▶ _Task_: Your answer should be only the lines below from the one with "export interface LasWellSummary" to the one with "any LAS 1.2", repeated exactly, ends included.
** Opening Dataset records block **
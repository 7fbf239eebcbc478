/**
 * How the samples of one curve are written:
 * - `shortest`: the shortest text that reads back as exactly the same double (`String(x)`), the
 *   right choice for curves read from a file, whose values then come back unchanged;
 * - `decimals`: a fixed number of decimals (`toFixed`);
 * - `significant`: that many significant digits, trailing zeros dropped (for computed curves).
 * Very large or very small magnitudes may come out with an exponent (`1e-7`), which the reader accepts.
 */
export type LasNumberFormat =
  | { readonly kind: "shortest" }
  | { readonly kind: "decimals"; readonly decimals: number }
  | { readonly kind: "significant"; readonly digits: number };

export const SHORTEST: LasNumberFormat = { kind: "shortest" };

/** `value` as text in `format`; the caller writes the null value for non-finite samples. */
export const formatLasNumber = (value: number, format: LasNumberFormat): string => {
  switch (format.kind) {
    case "shortest":
      return String(value);
    case "decimals":
      return value.toFixed(format.decimals);
    case "significant":
      return String(Number(value.toPrecision(format.digits)));
  }
};
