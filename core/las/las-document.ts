import type { WellTable } from "../well-table.js";

/** One `MNEM.UNIT VALUE : DESCRIPTION` line of a header section, as read. */
export interface LasHeaderItem {
  mnemonic: string;
  unit: string;
  value: string;
  description: string;
  /** 1-based line of the file. */
  line: number;
}

/** A free-text line of `~Other` (or of a section this reader does not know), right-trimmed. */
export interface LasTextLine {
  text: string;
  line: number;
}

export type LasItemSectionKind = "version" | "well" | "curve" | "parameter";

/** One section of a LAS file; `title` is the whole `~…` line as written, `line` where it is. */
export type LasSection = LasItemSection | LasTextSection | { kind: "data"; title: string; line: number };
export interface LasItemSection {
  kind: LasItemSectionKind;
  title: string;
  line: number;
  items: LasHeaderItem[];
}
export interface LasTextSection {
  kind: "other" | "unknown";
  title: string;
  line: number;
  lines: LasTextLine[];
}

export const isItemSection = (section: LasSection): section is LasItemSection => "items" in section;

/** Something in the file the analyst should know about, though it did not stop the reading. */
export interface LasWarning {
  line: number;
  message: string;
}

/** The `~Well` items most callers need, with numbers already read; `undefined` where absent or unreadable. */
export interface LasWellSummary {
  startIndex: number | undefined;
  stopIndex: number | undefined;
  /** 0 means irregular sampling. */
  step: number | undefined;
  /** Unit of STRT/STOP/STEP as written (`M`, `FT`, `S` …). */
  indexUnit: string;
  nullValue: number | undefined;
  wellName: string | undefined;
  company: string | undefined;
  field: string | undefined;
  location: string | undefined;
  serviceCompany: string | undefined;
  date: string | undefined;
  /** UWI, or API number when the file gives that instead. */
  uniqueWellId: string | undefined;
}

/**
 * Everything read from a LAS file. Header sections are kept in file order (with any LAS 1.2
 * well values already moved to the value position); the samples are in `table`.
 */
export interface LasDocument {
  /** `VERS` as written (`2.0`, `1.20` …). */
  version: string;
  wrapped: boolean;
  sections: LasSection[];
  well: LasWellSummary;
  table: WellTable;
  warnings: LasWarning[];
}

/** The first item with this mnemonic (case-insensitive) in sections of this kind, if any. */
export const findHeaderItem = (
  document: { readonly sections: readonly LasSection[] },
  kind: LasItemSectionKind,
  mnemonic: string,
): LasHeaderItem | undefined => {
  const wanted = mnemonic.toUpperCase();
  for (const section of document.sections) {
    if (!isItemSection(section) || section.kind !== kind) continue;
    const item = section.items.find((candidate) => candidate.mnemonic.toUpperCase() === wanted);
    if (item !== undefined) return item;
  }
  return undefined;
};
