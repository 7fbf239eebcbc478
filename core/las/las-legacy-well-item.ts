import type { LasHeaderItem } from "./las-document.js";

/** Words a LAS 1.2 file writes in the value position of `~Well` items whose real value follows the colon. */
const LABELS: Record<string, readonly string[]> = {
  COMP: ["COMPANY"],
  WELL: ["WELL", "WELL NAME"],
  FLD: ["FIELD"],
  LOC: ["LOCATION"],
  PROV: ["PROVINCE"],
  CNTY: ["COUNTY"],
  STAT: ["STATE"],
  CTRY: ["COUNTRY"],
  SRVC: ["SERVICE COMPANY", "SERVICE"],
  DATE: ["DATE", "LOG DATE"],
  UWI: ["UWI", "UNIQUE WELL ID", "UNIQUE WELL IDENTIFIER"],
  API: ["API", "API NUMBER"],
};

const normalise = (text: string): string => text.toUpperCase().replace(/\s+/g, " ").trim();

const isLabel = (mnemonic: string, text: string): boolean => {
  const word = normalise(text);
  return word === mnemonic || (LABELS[mnemonic]?.includes(word) ?? false);
};

/**
 * A LAS 1.2 `~Well` item written as `WELL.  WELL : NORTH RIDGE 7` (label before the colon, value
 * after it, CWLS LAS 1.2, 1990) with value and description put back in their LAS 2.0 places;
 * undefined when the item does not look swapped.
 */
export const recoverLegacyWellItem = (item: LasHeaderItem): LasHeaderItem | undefined => {
  const mnemonic = item.mnemonic.toUpperCase();
  if (item.description === "" || !isLabel(mnemonic, item.value) || isLabel(mnemonic, item.description)) {
    return undefined;
  }
  return { ...item, value: item.description, description: item.value };
};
** Closing Dataset records block **
▶ _Answer box_:
export interface LasWellSummary {
  startIndex: number | undefined;
  stopIndex: number | undefined;
  /** 0 means irregular sampling. */
  step: number | undefined;
  /** Unit of STRT/STOP/STEP as written (`M`, `FT`, `S` …). */
  indexUnit: string;
  nullValue: number | undefined;
  wellName: string | undefined;
  company: string | undefined;
  field: string | undefined;
  location: string | undefined;
  serviceCompany: string | undefined;
  date: string | undefined;
  /** UWI, or API number when the file gives that instead. */
  uniqueWellId: string | undefined;
}

/**
 * Everything read from a LAS file. Header sections are kept in file order (with any LAS 1.2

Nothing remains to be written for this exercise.